Florida Statutes Chapter 718 and Chapter 720 contain relatively few eligibility requirements for individuals interested in running for the board of directors in their condominium or homeowners’ associations. One of the eligibility requirements relates to whether the individuals have been convicted of a felony and lost their voting rights. Since this information is not readily available for most people, many associations inquire whether they should screen all individuals before they are placed as a candidate on their associations’ election ballots.
Section 718.112(2)(d)(2), Florida Statutes, states “[a] person who has been convicted of any felony in this state or in a United States District or Territorial Court, or who has been convicted of any offense in another jurisdiction which would be considered a felony if committed in this state, is not eligible for board membership unless such felon’s civil rights have been restored for at least 5 years as of the date such person seeks election to the board.” Section 720.306(9)(b), Florida Statutes contains identical language. These provisions lead associations to believe it necessary to implement background screening requirements as part of their election processes.
A background screening requirement for prospective candidates may cause issues for an association. If a screening requirement is implemented, and all prospective candidates agree to the background screening, there is little reason to question the practice. Over time background screening may become a part of the association’s election practice, but what happens if a candidate refuses to comply with the screening requirement?
If an individual refuses to go through the screening process and the association has no documentation indicating such person has been convicted of a felony or has not yet had his or her voting rights restored for 5 or more years, the association is unable to determine whether the person is, in fact, not eligible under Section 718.112(2)(d)(2) or Section 720.306(9)(b), as applicable. However, if as a result of not going through the screening process the individual is not placed on the ballot as a candidate, but was eligible and should have been on the ballot, the entire election may be subject to challenge. In essence, non-compliance with the screening process creates a presumption of ineligibility, which may result in an individual being denied his or her right to be a candidate and possibly the right to serve on the association’s board of directors.

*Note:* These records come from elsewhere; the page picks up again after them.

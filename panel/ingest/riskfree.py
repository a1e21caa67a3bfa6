"""The risk-free rate: from a column of the returns file or from a separate file (a date column
and one rate column), put on the returns' period grid.

Rates are simple per-period rates in the returns' units.  Each period may have one rate (equal
repeats in a long file are fine); a period with returns but no rate is refused, and so are rates
whose median, annualised, exceeds 50% (the usual sign of percent rates beside decimal returns).
"""

from __future__ import annotations

import os
from dataclasses import dataclass
from pathlib import Path

import numpy as np

from panel.data import PERIODS_PER_YEAR
from panel.ingest.cells import parse_dates, parse_numbers, refuse_bad_cell
from panel.ingest.errors import IngestError, shown
from panel.ingest.frequency import Fitted, Misfit, map_dates
from panel.ingest.layout import find_column, named_columns
from panel.ingest.readers import RawTable, load_table
from panel.ingest.records import first_repeat

#: Largest median risk-free rate, annualised (x periods per year), taken as plausible.
MAX_YEARLY_RATE = 0.5


@dataclass(frozen=True)
class RateCells:
    """Rate cells as read: ``table`` rows ``row`` with dates and values (input units)."""

    table: RawTable
    column: str
    row: np.ndarray
    date: np.ndarray
    value: np.ndarray
    source: str  # "column" or "file"
    labels: bool = False

    def where(self, k: int) -> str:
        return f"{self.table.name}: {self.table.where(int(self.row[k]))}, column {self.column!r}"


def rate_column(table: RawTable, column: str, dates: np.ndarray) -> RateCells:
    """The rate cells of a column in the returns file (``dates``: that file's parsed dates)."""
    values, bad = parse_numbers(table.column(column))
    refuse_bad_cell(table, [column], [values], [bad], what="risk-free rate")
    return RateCells(table, column, np.arange(len(table)), dates, values, "column")


def rate_file(path: str, returns_name: str, delimiter: str | None) -> RateCells:
    """The rate cells of a separate file: its ``date`` column (or first column) and one other."""
    if not Path(os.fspath(path)).is_file():
        raise IngestError(f"{returns_name}: risk_free={path!r} is neither a column of the file "
                          "nor an existing file; pass a column name or the path of a file "
                          "with a date and a rate column")
    table = load_table(path, delimiter)
    columns, _ = named_columns(table)
    named = find_column(columns, "date")
    date = named or columns[0]
    others = [c for c in columns if c != date]
    if len(others) != 1:
        raise IngestError(f"{table.name}: a risk-free file needs a date column and one rate "
                          f"column; found {len(columns)} columns ({', '.join(map(repr, columns))})")
    dates, labels = parse_dates(table, date, implicit=named is None)
    values, bad = parse_numbers(table.column(others[0]))
    refuse_bad_cell(table, others, [values], [bad], what="risk-free rate")
    pair = first_repeat(dates.astype(np.int64))
    if pair is not None:
        raise IngestError(f"{table.name}: {table.where(pair[0])} and {table.where(pair[1])}: date "
                          f"{dates[pair[0]]} appears twice; keep one rate per date")
    return RateCells(table, others[0], np.arange(len(table)), dates, values, "file", labels)


def rates_on_grid(cells: RateCells, fitted: Fitted, decimal: np.ndarray,
                  allow_extreme: bool) -> dict[int, float]:
    """Period number -> decimal rate.  ``decimal`` is ``cells.value`` in decimal.  Refuses rates at
    or below -100%, beyond +-100% (unless ``allow_extreme``), and two rates in one period."""
    grid = fitted.grid
    present = np.flatnonzero(~np.isnan(decimal))
    for k in present:
        if decimal[k] <= -1.0 or (abs(decimal[k]) > 1.0 and not allow_extreme):
            raw = cells.table.column(cells.column)[cells.row[k]]
            raise IngestError(f"{cells.where(k)}: risk-free rate {shown(raw)} "
                              f"is {decimal[k] * 100:+.4g}% in one {grid.unit()}; give the rate "
                              "per period in the returns' units (an annual 5% is about 0.41% per "
                              "month)" + ("" if decimal[k] <= -1.0 else
                                          ", or pass allow_extreme=True (CLI --allow-extreme)"))
    if present.size and not allow_extreme:
        # Rates in percent beside decimal returns (or annual rates) pass the +-100% test.
        yearly = float(np.median(np.abs(decimal[present]))) * PERIODS_PER_YEAR[grid.code]
        if yearly > MAX_YEARLY_RATE:
            raise IngestError(f"{cells.table.name}: risk-free rates in column {cells.column!r} "
                              f"look too large: median {yearly / PERIODS_PER_YEAR[grid.code]:.4g} "
                              f"per {grid.unit()} is {yearly:.0%} a year; give simple per-period "
                              "rates in the returns' units (percent rates beside decimal "
                              "returns?), or pass allow_extreme=True (CLI --allow-extreme)")
    unique, inverse = np.unique(cells.date[present], return_inverse=True)
    try:
        mapped = map_dates(unique, grid.code, grid.anchor, labels=cells.labels)
    except Misfit as err:
        raise IngestError(f"{cells.table.name}: risk-free dates don't fit the returns' "
                          f"{grid.describe()} dates: {err}") from None
    periods = mapped.ordinals[inverse]
    out: dict[int, float] = {}
    first_at: dict[int, int] = {}
    for k, period in zip(present.tolist(), periods.tolist()):
        if period in out and out[period] != decimal[k]:
            other = first_at[period]
            raws = cells.table.column(cells.column)
            raise IngestError(f"{cells.where(k)}: risk-free rate {shown(raws[cells.row[k]])} "
                              f"differs from {shown(raws[cells.row[other]])} "
                              f"({cells.table.where(int(cells.row[other]))}) for "
                              f"the {grid.unit()} ending {grid.ends([period])[0]}; give one rate "
                              "per period")
        out.setdefault(period, float(decimal[k]))
        first_at.setdefault(period, k)
    return out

Fortunately, Florida’s legislature gave associations an “out” in the event they discover someone was not qualified to serve on the board of directors due to having been convicted of a felony and losing his or her civil rights. Specifically, Section 718.112(2)(d)(2) states “[t]he validity of an action by the board is not affected if it is later determined that a board member is ineligible for board membership due to having been convicted of a felony.” Substantially similar language has been incorporated into Section 720.306(9)(b). Since there is no statutory procedure or requirement for screening candidates to determine their eligibility, the legislature likely realized associations would find out about the ineligibility after the election and therefore protected the decisions made by those boards of directors prior to the discovery of the director’s ineligibility.
It may be possible to include background screening requirement(s) in associations’ governing documents. Albeit, this is not a common provision, and it is not clear whether such a provision would survive a challenge since it arguably conflicts certain individuals’ rights to serve on their association’s board of directors. In light of this and the other complexities surrounding the homeowner and condominium association election process, associations are encouraged to review their election processes with their legal counsel to ensure they comply with both the associations’ governing documents and applicable Florida law.